AFTECH menyampaikan apresiasi atas pelantikan yang baru saja berlangsung. Menurut Sekretaris Jenderal AFTECH, Firlie Ganinduto, periode kepemimpinan baru ini akan sangat menentukan arah kebijakan pengawasan di tengah pesatnya adopsi digital oleh masyarakat.
“Kami melihat formasi baru Dewan Komisioner OJK akan sangat menentukan arah penguatan tata kelola industri sekaligus mendorong pengembangan ekosistem yang lebih terintegrasi antara sektor digital dan sektor riil,” ujar Firlie dalam keterangan tertulis, Kamis (26/3/2026).
Transaksi Digital Tembus 4,67 Miliar
AFTECH menekankan, peran regulator seperti OJK sangat krusial dalam menjaga keseimbangan antara inovasi dan pengaturan.

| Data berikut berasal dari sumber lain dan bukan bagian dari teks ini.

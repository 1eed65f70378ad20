import { dcWattsOf } from '../facts/dc-rating.ts';
import type { HouseholdFacts, PlanInForce } from '../facts/household.ts';
import type { RatePlan } from '../settlement/plan.ts';
import { planFor } from '../settlement/plan-in-force.ts';
import { type SettledAmounts, settleAmounts } from '../settlement/settle.ts';
import { type CycleUsage, EMPTY_OPENING, type Opening } from '../settlement/settlement.ts';
import { planWithoutRoof } from '../settlement/without-roof.ts';
import { type Cents, cents } from '../units/cents.ts';
import { type Day, daysBetween, monthOf } from '../units/day.ts';
import { type Wh, wh, ZERO_WH } from '../units/energy.ts';
import { Exact, exact } from '../units/rate.ts';
import { escalatePlan } from './escalate.ts';
import { energyOf, type MonthlyEnergy } from './monthly-energy.ts';

/** A month to come: within one calendar month; `index` 0 is the one after the last close. */
export type Period = { index: number; from: Day; to: Day };

export type PeriodEnergy = { productionWh: Wh; exportWh: Wh; importWh: Wh; useWh: Wh };

const NONE = new Exact(0);

/**
 * Energy of a month to come. The record stands at the age of its last year, so the first twelve months are one year older. What the house uses
 * from its own roof never exceeds its use; the rest is sent out.
 */
export function energyOfPeriods(
  periods: readonly Period[],
  energy: MonthlyEnergy,
  degradation: string,
): PeriodEnergy[] {
  const kept = new Exact(1).minus(exact(degradation));
  const one = new Exact(1);
  let factor = one;
  // The use of a month is the same every year: worked out once for each length of it.
  const uses = new Map<number, Wh>();
  return periods.map((period) => {
    if (period.index % 12 === 0) factor = factor.times(kept);
    const month = monthOf(period.from) - 1;
    const days = daysBetween(period.from, period.to);
    const productionWh = energyOf(energy.productionPerDay[month] ?? NONE, days, factor);
    const useKey = month * 31 + days;
    const useWh = uses.get(useKey) ?? energyOf(energy.usePerDay[month] ?? NONE, days, one);
    uses.set(useKey, useWh);
    const share = energy.exportShare[month] ?? NONE;
    const sent = share.times(productionWh).toDecimalPlaces(0, Exact.ROUND_HALF_UP).toNumber();
    const selfUse = Math.min(productionWh - sent, useWh);
    return { productionWh, exportWh: wh(productionWh - selfUse), importWh: wh(useWh - selfUse), useWh };
  });
}

export type BillFacts = Pick<HouseholdFacts, 'house' | 'plans' | 'incentive' | 'assumptions'>;

/** What a month's two bills come to, and what the utility holds after it. */
export type ProjectedBill = { avoidedCents: Cents; plan: RatePlan; closing: Opening };

export type ProjectedBills = { ok: true; bills: ProjectedBill[] } | { ok: false; why: string };

/** A plan in a year to come: with the roof and without it. */
type YearPlans = { withRoof: RatePlan; withoutRoof: RatePlan };

/** Settles every month with the roof and without it, under the plan in force with its prices raised by whole years; both carry their own banks. */
export function projectBills(
  facts: BillFacts,
  periods: readonly Period[],
  energies: readonly PeriodEnergy[],
  opening: Opening,
): ProjectedBills {
  const planOf = planYears(facts);
  const kW = powerOf(facts.house);
  let withRoof: Opening = { ...opening, balanceCents: null };
  let without: Opening = EMPTY_OPENING;
  const bills: ProjectedBill[] = [];
  for (const [at, period] of periods.entries()) {
    const energy = energies[at];
    const inForce = planFor(facts.plans, period.from);
    if (!inForce || !energy) return { ok: false, why: 'There is no rate plan for the months to come.' };
    const plans = planOf(inForce, Math.floor(period.index / 12));
    const usage: CycleUsage = {
      from: period.from,
      to: period.to,
      importWh: energy.importWh,
      exportWh: energy.exportWh,
      productionWh: energy.productionWh,
      loadWh: energy.useWh,
      byPeriod: null,
      netted: {},
      kW,
      payments: [],
      finalBill: false,
      intervals: null,
    };
    const roof = settleAmounts(plans.withRoof, withRoof, usage);
    const plain = settleAmounts(plans.withoutRoof, without, {
      ...usage,
      importWh: energy.useWh,
      exportWh: ZERO_WH,
      productionWh: ZERO_WH,
    });
    if (!roof.ok || !plain.ok) {
      const refused = !roof.ok ? roof.problem : !plain.ok ? plain.problem : null;
      const said = refused?.faults[0]?.message ?? refused?.detail ?? '';
      return { ok: false, why: `The rate plan cannot be settled on monthly figures. ${said}`.trim() };
    }
    withRoof = roof.value.closing;
    without = plain.value.closing;
    const asItWas = electricDue(roof.value.settlement, facts.incentive !== null);
    const avoided = electricDue(plain.value.settlement, false) - asItWas;
    bills.push({ avoidedCents: cents(avoided), plan: plans.withRoof, closing: withRoof });
  }
  return { ok: true, bills };
}

/** Current charges in due less what is paid out beside the bill; the incentive apart where it has a book of its own. */
function electricDue(settlement: SettledAmounts['settlement'], incentiveApart: boolean): number {
  let due = 0;
  for (const line of settlement.lines) {
    if (line.inDue && !(incentiveApart && line.kind === 'incentive')) due += line.amountCents;
  }
  for (const payout of settlement.payouts) {
    if (!(incentiveApart && payout.kind === 'incentive')) due -= payout.amountCents;
  }
  return due;
}

function planYears(facts: BillFacts): (inForce: PlanInForce, years: number) => YearPlans {
  const made = new Map<PlanInForce, YearPlans[]>();
  const rise = facts.assumptions.priceRise;
  return (inForce, years) => {
    let ofPlan = made.get(inForce);
    if (!ofPlan) {
      ofPlan = [];
      made.set(inForce, ofPlan);
    }
    const known = ofPlan[years];
    if (known) return known;
    const first = ofPlan[0]?.withoutRoof ?? planWithoutRoof(inForce);
    const plans = {
      withRoof: escalatePlan(inForce.plan, rise, years),
      withoutRoof: escalatePlan(first, rise, years),
    };
    ofPlan[years] = plans;
    return plans;
  };
}

function powerOf(house: HouseholdFacts['house']): CycleUsage['kW'] {
  const watts = dcWattsOf(house.arrays);
  return {
    dc: new Exact(watts).div(1000).toString(),
    ...(house.inverterAcWatts === null ? {} : { ac: new Exact(house.inverterAcWatts).div(1000).toString() }),
  };
}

Pasalnya, industri fintech di Indonesia telah menjelma menjadi urat nadi ekonomi digital nasional.
Hingga Februari 2026, volume transaksi pembayaran digital tercatat mencapai 4,67 miliar transaksi. Angka ini tumbuh 40,35 persen secara tahunan (year-on-year). Lonjakan ini menunjukkan bahwa masyarakat semakin nyaman dengan layanan keuangan non-tunai.
Tak hanya itu, OJK sendiri memproyeksikan pembiayaan industri peer to peer (P2P) lending masih akan tumbuh positif sepanjang tahun ini. Sementara itu, adopsi aset digital kian meluas. Nilai transaksi aset kripto Indonesia sepanjang 2025 lalu tercatat fantastis, yakni Rp 482,23 triliun, dengan jumlah investor mencapai 20,19 juta orang.
“Data ini mencerminkan semakin besarnya peran fintech dalam sistem keuangan nasional. Kami berharap OJK baru bisa menjaga momentum ini,” tambah Firlie.
Sinergi Kunci Jaga Kepercayaan Publik
Di tengah skala industri yang membesar, AFTECH memandang sinergi antara asosiasi dan regulator bukan lagi sekadar opsi, melainkan keharusan. Kolaborasi berkelanjutan dinilai penting untuk menjaga kepercayaan publik, terutama dalam tiga pilar utama: penguatan tata kelola, perlindungan konsumen, dan akselerasi inovasi.
AFTECH berkomitmen untuk terus mendukung program OJK, khususnya dalam menciptakan ekosistem keuangan digital yang inklusif namun tetap aman. Dengan koordinasi yang solid, sektor fintech diharapkan mampu mendorong pemerataan akses keuangan hingga ke pelosok negeri.
“Kami siap bersinergi. Ini adalah kerja rumah bersama untuk memastikan industri tidak hanya tumbuh besar, tapi juga tumbuh sehat,” pungkas Firlie.